The answer should consist of every record, reproduced exactly.

BEGIN

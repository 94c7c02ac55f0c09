package chem

import "math"

// DistributionRatio returns the ratio of the total concentrations of a weak
// monoprotic acid in solvent and water,
//
//	D = P / (1 + 10^(pH − pKa))
//
// where P is the partition of the neutral acid. The ionised share stays in the
// water. pH is that of the water after the acid has moved.
// Source: Nichols, Organic Chemistry Lab Techniques, 4.5; Harvey, Analytical
// Chemistry, 7.7.
func DistributionRatio(p, pKa, pH float64) float64 {
	return p * float64(NeutralFraction(pH, pKa))
}

// BaseDistributionRatio returns the ratio for a weak base, pKa being that of
// its protonated form,
//
//	D = P / (1 + 10^(pKa − pH))
func BaseDistributionRatio(p, pKa, pH float64) float64 {
	return p * float64(NeutralFraction(pKa, pH))
}

// IonPairDistributionRatio returns the ratio for a weak acid whose anion goes
// over as an ion pair with partition pIon,
//
//	D = (P + Pion · 10^(pH − pKa)) / (1 + 10^(pH − pKa))
//
// With pIon = 0 it is DistributionRatio.
func IonPairDistributionRatio(p, pIon, pKa, pH float64) float64 {
	neutral := float64(NeutralFraction(pH, pKa))
	return p*neutral + pIon*(1-neutral)
}

// NeutralFraction returns the share of an acid that is not ionised at a pH.
// With several pKa, in order, it is the share of the form that has lost no
// proton,
//
//	1 / (1 + 10^(pH − pKa1) + 10^(2 pH − pKa1 − pKa2) + …)
//
// It is between 0 and 1 for any pH.
func NeutralFraction(pH float64, pKa ...float64) Fraction {
	sum, exponent := 1.0, 0.0
	for _, pK := range pKa {
		exponent += pH - pK
		sum += math.Pow(10, exponent)
	}
	if math.IsInf(sum, 1) {
		return 0
	}
	return Fraction(1 / sum)
}
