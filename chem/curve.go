package chem

import (
	"sort"

	"gonum.org/v1/gonum/interp"
)

// A curve is a table of points read between its rows by a piecewise cubic that
// never overshoots: it rises where the rows rise, falls where they fall, and
// has a maximum only at a row that is one (F. N. Fritsch and J. Butland, SIAM
// J. Sci. Stat. Comput. 5 (1984) 300).
type curve struct {
	xs, ys []float64
	spline interp.FritschButland
}

// newCurve makes a curve of rows in any order. Rows with the same x are
// replaced by their mean. It panics with fewer than two different x, which is
// a mistake in an embedded table.
func newCurve(xs, ys []float64) *curve {
	c := &curve{}
	order := make([]int, len(xs))
	for i := range order {
		order[i] = i
	}
	sort.SliceStable(order, func(i, j int) bool { return xs[order[i]] < xs[order[j]] })
	for k := 0; k < len(order); {
		x, sum, n := xs[order[k]], 0.0, 0
		for ; k < len(order) && xs[order[k]] == x; k++ {
			sum += ys[order[k]]
			n++
		}
		c.xs, c.ys = append(c.xs, x), append(c.ys, sum/float64(n))
	}
	if err := c.spline.Fit(c.xs, c.ys); err != nil {
		panic("chem: embedded table: " + err.Error())
	}
	return c
}

func (c *curve) low() float64  { return c.xs[0] }
func (c *curve) high() float64 { return c.xs[len(c.xs)-1] }

// covers reports whether x lies between the first and the last row.
func (c *curve) covers(x float64) bool { return x >= c.low() && x <= c.high() }

// at returns the value at x, which must be covered.
func (c *curve) at(x float64) float64 { return c.spline.Predict(x) }

// pooled replaces runs of rows that fall where the series must rise by their
// mean (pool adjacent violators: M. Ayer et al., Ann. Math. Stat. 26 (1955)
// 641). The rows have to be in rising order of x.
func pooled(ys []float64) []float64 {
	type block struct {
		sum float64
		n   int
	}
	var blocks []block
	for _, y := range ys {
		blocks = append(blocks, block{y, 1})
		for len(blocks) > 1 {
			a, b := blocks[len(blocks)-2], blocks[len(blocks)-1]
			if a.sum*float64(b.n) <= b.sum*float64(a.n) {
				break
			}
			blocks = append(blocks[:len(blocks)-2], block{a.sum + b.sum, a.n + b.n})
		}
	}
	level := make([]float64, 0, len(ys))
	for _, b := range blocks {
		for range b.n {
			level = append(level, b.sum/float64(b.n))
		}
	}
	return level
}
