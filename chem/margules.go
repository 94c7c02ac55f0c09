package chem

import (
	"fmt"
	"math"
)

// towardsAzeotrope distils a partner that mixes with water and boils over with
// it as a homogeneous azeotrope of lowest boiling point. Below the azeotrope's
// composition the partner is the more volatile one; above it no distillation
// carries it over to a high recovery, and the error says how much water would.
func (c CoDistilling) towardsAzeotrope(d CoDistillation, a Azeotrope) (CoDistillation, error) {
	molar, ok := tableMolarMass(c.CAS)
	if !ok {
		return c.dissolved(d, c.Partner, c.Water, c.Partner*Mass(1-c.Recovery))
	}
	// amount of water per amount of partner, times mass of partner per mass of
	// water, is a constant
	weight := float64(molar) / waterMolarMass
	ratio := perWater(a.PartnerFraction)
	xAzeotrope := ratio / (ratio + weight)
	start := float64(c.Partner / c.Water)
	if start >= ratio {
		return CoDistillation{}, &DataError{
			Of: c.String(), Err: ErrImpossible,
			Limit:  fmt.Sprintf("the pot has %.3g g per g of water, the azeotrope %.3g", start, ratio),
			Remedy: fmt.Sprintf("add at least %.4g g of water", (c.Partner/Mass(ratio) - c.Water).Grams()),
		}
	}
	log := math.Log(d.Alpha)
	alpha := func(partner, water float64) float64 {
		x := partner / (partner + water*weight)
		return math.Exp(log * (1 - x/xAzeotrope))
	}
	partner, over := float64(c.Partner), 0.0
	left := float64(c.Partner) * (1 - float64(c.Recovery))
	water := float64(c.Water)
	// Runge-Kutta in s = ln(partner), d(water distilled)/ds = −water/α; the
	// pot's water falls with it unless it is kept up
	const steps = 400
	h := (math.Log(left) - math.Log(partner)) / steps
	slope := func(s, gone float64) float64 {
		pot := water
		if !c.Level {
			pot -= gone
		}
		return -pot / alpha(math.Exp(s), pot)
	}
	s := math.Log(partner)
	for range steps {
		k1 := slope(s, over)
		k2 := slope(s+h/2, over+h/2*k1)
		k3 := slope(s+h/2, over+h/2*k2)
		k4 := slope(s+h, over+h*k3)
		over += h / 6 * (k1 + 2*k2 + 2*k3 + k4)
		s += h
	}
	d.Water, d.Partner, d.PotWater = Mass(over), c.Partner-Mass(left), c.Water
	if !c.Level {
		d.PotWater -= Mass(over)
	}
	return d.unlessDry(c.dry(d, d.Water))
}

END

Exercise solution:
repository 94c7c02ac55f0c09
package chem

import "math"

// DistributionRatio returns the ratio of the total concentrations of a weak
// monoprotic acid in solvent and water,
//
//	D = P / (1 + 10^(pH − pKa))
//
// where P is the partition of the neutral acid. The ionised share stays in the
// water. pH is that of the water after the acid has moved.
// Source: Nichols, Organic Chemistry Lab Techniques, 4.5; Harvey, Analytical
// Chemistry, 7.7.
func DistributionRatio(p, pKa, pH float64) float64 {
	return p * float64(NeutralFraction(pH, pKa))
}

// BaseDistributionRatio returns the ratio for a weak base, pKa being that of
// its protonated form,
//
//	D = P / (1 + 10^(pKa − pH))
func BaseDistributionRatio(p, pKa, pH float64) float64 {
	return p * float64(NeutralFraction(pKa, pH))
}

// IonPairDistributionRatio returns the ratio for a weak acid whose anion goes
// over as an ion pair with partition pIon,
//
//	D = (P + Pion · 10^(pH − pKa)) / (1 + 10^(pH − pKa))
//
// With pIon = 0 it is DistributionRatio.
func IonPairDistributionRatio(p, pIon, pKa, pH float64) float64 {
	neutral := float64(NeutralFraction(pH, pKa))
	return p*neutral + pIon*(1-neutral)
}

// NeutralFraction returns the share of an acid that is not ionised at a pH.
// With several pKa, in order, it is the share of the form that has lost no
// proton,
//
//	1 / (1 + 10^(pH − pKa1) + 10^(2 pH − pKa1 − pKa2) + …)
//
// It is between 0 and 1 for any pH.
func NeutralFraction(pH float64, pKa ...float64) Fraction {
	sum, exponent := 1.0, 0.0
	for _, pK := range pKa {
		exponent += pH - pK
		sum += math.Pow(10, exponent)
	}
	if math.IsInf(sum, 1) {
		return 0
	}
	return Fraction(1 / sum)
}
filename chem/curve.go
package chem

import (
	"sort"

	"gonum.org/v1/gonum/interp"
)

// A curve is a table of points read between its rows by a piecewise cubic that
// never overshoots: it rises where the rows rise, falls where they fall, and
// has a maximum only at a row that is one (F. N. Fritsch and J. Butland, SIAM
// J. Sci. Stat. Comput. 5 (1984) 300).
type curve struct {
	xs, ys []float64
	spline interp.FritschButland
}

// newCurve makes a curve of rows in any order. Rows with the same x are
// replaced by their mean. It panics with fewer than two different x, which is
// a mistake in an embedded table.
func newCurve(xs, ys []float64) *curve {
	c := &curve{}
	order := make([]int, len(xs))
	for i := range order {
		order[i] = i
	}
	sort.SliceStable(order, func(i, j int) bool { return xs[order[i]] < xs[order[j]] })
	for k := 0; k < len(order); {
		x, sum, n := xs[order[k]], 0.0, 0
		for ; k < len(order) && xs[order[k]] == x; k++ {
			sum += ys[order[k]]
			n++
		}
		c.xs, c.ys = append(c.xs, x), append(c.ys, sum/float64(n))
	}
	if err := c.spline.Fit(c.xs, c.ys); err != nil {
		panic("chem: embedded table: " + err.Error())
	}
	return c
}

func (c *curve) low() float64  { return c.xs[0] }
func (c *curve) high() float64 { return c.xs[len(c.xs)-1] }

// covers reports whether x lies between the first and the last row.
func (c *curve) covers(x float64) bool { return x >= c.low() && x <= c.high() }

// at returns the value at x, which must be covered.
func (c *curve) at(x float64) float64 { return c.spline.Predict(x) }

// pooled replaces runs of rows that fall where the series must rise by their
// mean (pool adjacent violators: M. Ayer et al., Ann. Math. Stat. 26 (1955)
// 641). The rows have to be in rising order of x.
func pooled(ys []float64) []float64 {
	type block struct {
		sum float64
		n   int
	}
	var blocks []block
	for _, y := range ys {
		blocks = append(blocks, block{y, 1})
		for len(blocks) > 1 {
			a, b := blocks[len(blocks)-2], blocks[len(blocks)-1]
			if a.sum*float64(b.n) <= b.sum*float64(a.n) {
				break
			}
			blocks = append(blocks[:len(blocks)-2], block{a.sum + b.sum, a.n + b.n})
		}
	}
	level := make([]float64, 0, len(ys))
	for _, b := range blocks {
		for range b.n {
			level = append(level, b.sum/float64(b.n))
		}
	}
	return level
}
filename chem/margules.go
repository 94c7c02ac55f0c09
package chem

import (
	"fmt"
	"math"
)

// towardsAzeotrope distils a partner that mixes with water and boils over with
// it as a homogeneous azeotrope of lowest boiling point. Below the azeotrope's
// composition the partner is the more volatile one; above it no distillation
// carries it over to a high recovery, and the error says how much water would.
func (c CoDistilling) towardsAzeotrope(d CoDistillation, a Azeotrope) (CoDistillation, error) {
	molar, ok := tableMolarMass(c.CAS)
	if !ok {
		return c.dissolved(d, c.Partner, c.Water, c.Partner*Mass(1-c.Recovery))
	}
	// amount of water per amount of partner, times mass of partner per mass of
	// water, is a constant
	weight := float64(molar) / waterMolarMass
	ratio := perWater(a.PartnerFraction)
	xAzeotrope := ratio / (ratio + weight)
	start := float64(c.Partner / c.Water)
	if start >= ratio {
		return CoDistillation{}, &DataError{
			Of: c.String(), Err: ErrImpossible,
			Limit:  fmt.Sprintf("the pot has %.3g g per g of water, the azeotrope %.3g", start, ratio),
			Remedy: fmt.Sprintf("add at least %.4g g of water", (c.Partner/Mass(ratio) - c.Water).Grams()),
		}
	}
	log := math.Log(d.Alpha)
	alpha := func(partner, water float64) float64 {
		x := partner / (partner + water*weight)
		return math.Exp(log * (1 - x/xAzeotrope))
	}
	partner, over := float64(c.Partner), 0.0
	left := float64(c.Partner) * (1 - float64(c.Recovery))
	water := float64(c.Water)
	// Runge-Kutta in s = ln(partner), d(water distilled)/ds = −water/α; the
	// pot's water falls with it unless it is kept up
	const steps = 400
	h := (math.Log(left) - math.Log(partner)) / steps
	slope := func(s, gone float64) float64 {
		pot := water
		if !c.Level {
			pot -= gone
		}
		return -pot / alpha(math.Exp(s), pot)
	}
	s := math.Log(partner)
	for range steps {
		k1 := slope(s, over)
		k2 := slope(s+h/2, over+h/2*k1)
		k3 := slope(s+h/2, over+h/2*k2)
		k4 := slope(s+h, over+h*k3)
		over += h / 6 * (k1 + 2*k2 + 2*k3 + k4)
		s += h
	}
	d.Water, d.Partner, d.PotWater = Mass(over), c.Partner-Mass(left), c.Water
	if !c.Level {
		d.PotWater -= Mass(over)
	}
	return d.unlessDry(c.dry(d, d.Water))
}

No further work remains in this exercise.